Of course, incumbent auto electronics manufacturers aren’t going to cede the market to new competitors easily. Some of these providers, such as Visteon and Bosch, are partnering with companies like Qualcomm and Nvidia.

Processor vendors Intel and AMD are also targeting solutions for the segment. Intel announced new automotive-target SoCs at CES earlier this year, while AMD previewed a new solution that combines its processor and FPGA technologies. These are compelling building blocks for subsystem suppliers but are less comprehensive than Nvidia and Qualcomm’s solutions.

Analysis

Nvidia’s strength in automotive is balanced by the increased competitiveness of the space, where it doesn’t have the dominance or lock-in it enjoys in the broader data center market. Qualcomm is growing its automotive business faster than Nvidia. Component-focused companies, like Intel and AMD, are primed to enable a wide range of competitors for in-vehicle computing, including traditional auto subsystem vendors. 

One bright spot for Nvidia in the segment is its near domination on the data center side of the automotive business, where its accelerators and professional graphics cards are used to design, train, and simulate autonomous driving systems.  

Nvidia noted during its earnings call that automotive contributed more than $1 billion to its data center business in its past fiscal year. The company has nearly 80 vehicle manufacturers across global OEMs, new energy vehicles, trucking, robotaxi and Tier 1 suppliers using Nvidia’s AI infrastructure to train LLMs and other AI models for automated driving and AI cockpit applications. But that success doesn’t necessarily translate into in-vehicle design wins.

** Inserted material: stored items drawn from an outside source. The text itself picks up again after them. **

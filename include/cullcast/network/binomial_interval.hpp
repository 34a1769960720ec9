#pragma once
// Sampling uncertainty of a settlement probability estimated from n released
// particles, x of which settled on a reef.
//   Wilson score interval: Wilson, E. B. (1927), "Probable inference, the law
//   of succession, and statistical inference", J. Am. Stat. Assoc. 22:209-212.
//   Rule of three: Hanley, J. A. & Lippman-Hand, A. (1983), "If nothing goes
//   wrong, is everything all right?", JAMA 249:1743-1745.
#include <cstdint>

namespace cullcast::network {

struct Interval {
  double low = 0;   // probability
  double high = 0;  // probability
};

// Two-sided standard-normal quantile z for a confidence level in (0,1),
// e.g. 0.95 -> 1.959964.
double normal_quantile_two_sided(double confidence);

// Wilson score interval for x successes out of n trials (x may be a weighted,
// non-integer count in [0, n]). n = 0 gives [0, 1].
//   centre = (x + z^2/2) / (n + z^2),
//   half   = z / (n + z^2) * sqrt(x (n - x) / n + z^2 / 4).
Interval wilson_interval(double x, double n, double confidence);

// Resolution limit: the smallest non-zero probability n particles can show
// (one settler), 1/n. Below it a link reads as 0.
double resolution_limit(std::int64_t n);

// Upper 95 % bound on a probability when none of n particles settled:
// 3/n (rule of three; exact bound 1 - 0.05^(1/n)).
double rule_of_three(std::int64_t n);

// Particles per source needed so that a link of probability p has a relative
// standard error of at most e: from Var(p_hat) = p (1 - p) / n,
// n >= (1 - p) / (p e^2), rounded up.
std::int64_t particles_for_relative_error(double p, double e);

}  // namespace cullcast::network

Nvidia doesn’t need to play in the automotive segment. While its AI data center business is unlikely to maintain its current growth rate and high margins over the long term, it will remain a significant market where Nvidia is the incumbent. There’s enough business in that space to satisfy most technology companies.

At the same time, Nvidia believes that the in-vehicle automotive space has a long-term value equal to that of its data center business. In-vehicle automotive is a natural expansion for Nvidia, one that the company treats as strategic, even if its growth and revenue don’t yet reflect the same success its competitors are enjoying.

It’s been a long time since Nvidia faced a market as competitive as in-vehicle automotive or where it arrived without all the needed pieces (such as connectivity). This will continue to be a challenging journey for Nvidia, but the payoff can ultimately be as significant as the success it sees in data center AI. It’s a story worth watching unfold.

Disclosure: The author is an industry analyst, and NAND Research an industry analyst firm, that engages in, or has engaged in, research, analysis, and advisory services with many technology companies, which may include those mentioned in this article. The author does not hold any equity positions with any company mentioned in this article.